Второй раз умру? То есть я могла уже успеть побывать на том свете и не знать? Вдруг это произошло в детстве. А если нет? Если опасности никогда не было, то мне не стоит бояться однажды оступиться? Сложно. Как же сложно со всем этим.
— А если… я уже умирала?
— Ты не умирала, — Хель усмехнулся. — Все бы это заметили.
— А если никто не видел? Я всегда была одна, опекуны не интересовались…
— Нет, Рин, вся императорская семья заметила бы. Мы бы все знали. И маги бы почувствовали. Твоя смерть открыла бы тебя определенный дар — одну из граней семейного, — Хель хмыкнул — благословения. И тебя бы нашли. Обязательно бы забрали. Любой силой нужно уметь управлять, а уж силой императора — с ней надо учиться жить.
Хель выглядел странно. Очень странно. Грусть на его лице вдруг сменились улыбкой, но от этой улыбки мне становилось дурно. Как будто он предвкушал нечто приятное для себя и очень неприятное для других. Заметив, что я побледнела, брат нахмурился, поднялся, чтобы посмотреть на себя в зеркале, и досадливо прикусил губу.
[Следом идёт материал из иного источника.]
// TestRayleighRitzHalves checks that rayleighRitz's U = sum_i B_i V_i and
// KU = sum_i KB_i V_i, formed over two halves of the rows, equal to the bit
// the same sums over whole matrices (gonum's products, in block order), for
// odd and tiny row counts. Expected: equal (gonum computes each element of
// a product alone; no outside source).
func TestRayleighRitzHalves(t *testing.T) {
	r := rand.New(rand.NewPCG(3, 5))
	for _, n := range []int{1, 2, 3, 301} {
		for _, threads := range []int{1, 2} {
			widths := []int{4, 3}
			var b, kb []*mat.Dense
			for _, w := range widths {
				m1, m2 := mat.NewDense(n, w, nil), mat.NewDense(n, w, nil)
				for i := 0; i < n; i++ {
					for j := 0; j < w; j++ {
						m1.Set(i, j, r.NormFloat64())
						m2.Set(i, j, r.NormFloat64())
					}
				}
				b, kb = append(b, m1), append(kb, m2)
			}
			l := 5
			u, ku, _, v := rayleighRitz(b, kb, l, threads)
			for which, p := range []struct {
				got *mat.Dense
				src []*mat.Dense
			}{{u, b}, {ku, kb}} {
				want := mat.NewDense(n, l, nil)
				ro := 0
				for i, s := range p.src {
					var tm mat.Dense
					tm.Mul(s, v.Slice(ro, ro+widths[i], 0, l))
					want.Add(want, &tm)
					ro += widths[i]
				}
				if !mat.Equal(p.got, want) {
					t.Errorf("n %d, threads %d, product %d: halves differ from the whole", n, threads, which)
				}
			}
		}
	}
}

// TestSolveSmallCohorts: with fewer samples than the basis and a Krylov
// block (l + b), the extension blocks shrink to the samples the basis
// leaves and the basis ends up spanning them all, so every wanted pair is
// exact. The eigenvalues must match gonum's EigenSym of the dense K
// (reference library) to 1e-8 relative. Before, such runs failed with
// "block became rank deficient".
func TestSolveSmallCohorts(t *testing.T) {
	for _, tc := range []struct{ n, k int }{{12, 3}, {12, 10}, {15, 5}, {18, 10}, {25, 10}, {30, 10}} {
		t.Run(fmt.Sprintf("n=%d,k=%d", tc.n, tc.k), func(t *testing.T) {
			st, geno := testCohort(t, tc.n, 40*tc.n, 2, 0.05, 0.01, uint64(tc.n), 64)
			op, err := NewOperator(st, OperatorOptions{Threads: 2})
			if err != nil {
				t.Fatal(err)
			}
			res, err := Solve(context.Background(), op, SolveOptions{K: tc.k, Seed: 1, BulkEdge: MPUpperEdgeScaled(op.Trace(), op.Dim(), op.Markers())})
			if err != nil {
				t.Fatal(err)
			}
			var es mat.EigenSym
			if !es.Factorize(denseK(geno, tc.n), false) {
				t.Fatal("EigenSym failed")
			}
			vals := es.Values(nil)
			for j := 0; j < tc.k; j++ {
				want := vals[tc.n-1-j]
				if rel := math.Abs(res.Eigenvalues[j]-want) / want; rel > 1e-8 {
					t.Errorf("PC%d: eigenvalue %v, EigenSym %v (rel %g; %d passes, stop %s)", j+1, res.Eigenvalues[j], want, rel, res.Passes, res.StopReason)
				}
				// Exact pairs: residuals within the default tol (1e-6).
				if !res.Converged[j] || res.Residuals[j] > 1e-6*res.Eigenvalues[j] {
					t.Errorf("PC%d: residual %g for eigenvalue %g (converged %v; stop %s)", j+1, res.Residuals[j], res.Eigenvalues[j], res.Converged[j], res.StopReason)
				}
			}
		})
	}
}

// TestClosingPassAfterStartBlock: with b = K (K a multiple of 4 from 12 up,
// the default oversampling) the basis after the start pass is exactly K
// wide, and a closing pass right after it (the last of two passes) has no
// columns of U past K. It must run, end on "max-passes" with float64
// pairs, and resume from its first pass bit for bit (the product's rules;
// no outside source). It panicked on a zero-width view before.
func TestClosingPassAfterStartBlock(t *testing.T) {
	st, _ := testCohort(t, 200, 2000, 3, 0.05, 0.01, 31, 64)
	op, err := NewOperator(st, OperatorOptions{Threads: 2})
	if err != nil {
		t.Fatal(err)
	}
	for _, k := range []int{12, 20} {
		t.Run(fmt.Sprintf("k=%d", k), func(t *testing.T) {
			opt := SolveOptions{K: k, Seed: 2, MaxPasses: 2}
			dir := t.TempDir()
			o1 := opt
			o1.Checkpoint = func(s *State) error {
				return WriteCheckpoint(filepath.Join(dir, fmt.Sprintf("%d.ckpt", s.Pass)), "k", s)
			}
			full, err := Solve(context.Background(), op, o1)
			if err != nil {
				t.Fatal(err)
			}
			if full.KrylovBlock != k || full.Passes != 2 || full.FastPasses != 1 || full.StopReason != "max-passes" || full.Rotation == nil {
				t.Fatalf("b %d, %d passes (%d fast), stop %s, rotation %v: want b = k, a closing second pass", full.KrylovBlock, full.Passes, full.FastPasses, full.StopReason, full.Rotation != nil)
			}
			resumeEveryPass(t, op, opt, dir, full)
		})
	}
}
— Прости, этого больше не повторится, — сказал он, вновь становясь самим собой. — Дворец… он меняет нас. Не люблю здесь находиться.
— Я понимаю, — тихо откликнулась я.
— Идем. Я покажу, где ты можешь переночевать.
Хель, и правда, показал мне, где я могу отдохнуть, по-джентельменски уступив даме свою спальню. Так уж получилось, что в личных покоях императорской семьи гостевые комнаты предусмотрены не были, а спать на диване, как сказал брат, мне было бы зазорно. Тем не менее, сам он довольно перебрался спать в гостиную, что заставило меня усомниться в названной причине. С другой стороны, если принц спит в своей гостиной — это причуда, а если незнакомая девушка… да уж щекотливая ситуация. Тут и цвет волос не поможет — навредит только.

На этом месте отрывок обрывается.